*Work required:* Return the lines of the data below in which the string "reason" occurs.

*Task data:*
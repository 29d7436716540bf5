import pytest

from sweep.verdicts.reproduction import compare, rounding

BASELINE = {
    "status": "ok",
    "reason": None,
    "statistic": 3.4217,
    "p_value": 0.00934,
    "observations": 355,
}


def finding(statistic=None, p_value=None, observations=None, tolerance=None):
    return {
        "reported_statistic": statistic,
        "reported_p_value": p_value,
        "reported_observations": observations,
        "reported_tolerance": tolerance,
    }


@pytest.mark.parametrize(
    ("reported", "expected"),
    [
        (finding("3.42"), True),
        (finding("3.42", "0.009", 355), True),
        (finding("3.42", "0.0093"), True),
        (finding("3.42", "0.0094"), False),
        (finding("3.4"), True),
        (finding("3"), True),
        (finding("3.420"), False),
        (finding("3.421"), False),
        (finding("3.421", tolerance=0.001), True),
        # A tolerance takes the place of the rounding, also where it is the narrower one.
        (finding("3.42", tolerance=0.0005), False),
        (finding("3.50"), False),
        (finding("3.50", tolerance=0.1), True),
        (finding("3.42", "0.02"), False),
        (finding("3.42", observations=354), False),
        (finding(), None),
    ],
)
def test_reproduced_or_not(reported, expected):
    assert compare(BASELINE, reported).reproduced is expected


@pytest.mark.parametrize(
    ("printed", "computed", "expected"),
    [
        ("0.00001", 0.0000096, True),
        ("0.00001", 0.001, False),  # a hundred times as large
        ("0.0001", 0.000149, True),
        ("0.0001", 0.0003, False),
        ("1e-9", 1.4e-9, True),
        ("1e-9", 1e-7, False),
        ("2.81e-12", 2.8076e-12, True),
        ("2.81e-12", 2.9e-12, False),
        ("0.000", 0.0004, True),
        ("0.000", 0.0006, False),
        ("0.0125", 0.01245, True),  # half a unit exactly
        ("0.0125", 0.01255, True),
        ("0.0125", 0.012551, False),
    ],
)
def test_small_p_values_agree_in_their_printed_digits(printed, computed, expected):
    found = compare(BASELINE | {"p_value": computed}, finding(p_value=printed))
    assert found.reproduced is expected
    assert f"p-value {printed.replace('-', '−')} reported" in found.sentence


def test_difference_is_stated():
    sentence = compare(BASELINE, finding("3.5", observations=355, tolerance=0.005)).sentence
    assert "does not reproduce" in sentence
    assert "statistic 3.5 reported, 3.42170 computed (off by −0.0783, allowed 0.005)" in sentence
    assert "observations 355 reported, 355 computed" in sentence


def test_agreement_and_absence_are_said():
    sentence = compare(BASELINE, finding("3.42")).sentence
    assert "The baseline reproduces the reported numbers" in sentence
    assert "was not checked" in compare(BASELINE, finding()).sentence


def test_a_baseline_that_could_not_be_run():
    failed = BASELINE | {"status": "infeasible", "reason": "too few rows", "statistic": None}
    found = compare(failed, finding("3.42"))
    assert found.reproduced is False
    assert "infeasible: too few rows" in found.sentence


def test_tiny_p_values_are_not_written_as_nought():
    tiny = BASELINE | {"p_value": 2.5e-8}
    assert "2.50e−08 computed" in compare(tiny, finding(p_value="0.04")).sentence


@pytest.mark.parametrize(
    ("value", "half"),
    [("3.42", 0.005), ("0.0330", 0.00005), ("4", 0.5), ("4.0", 0.05), ("1e-7", 5e-8)],
)
def test_rounding(value, half):
    assert rounding(value) == pytest.approx(half)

*Response:*
    "reason": None,
    failed = BASELINE | {"status": "infeasible", "reason": "too few rows", "statistic": None}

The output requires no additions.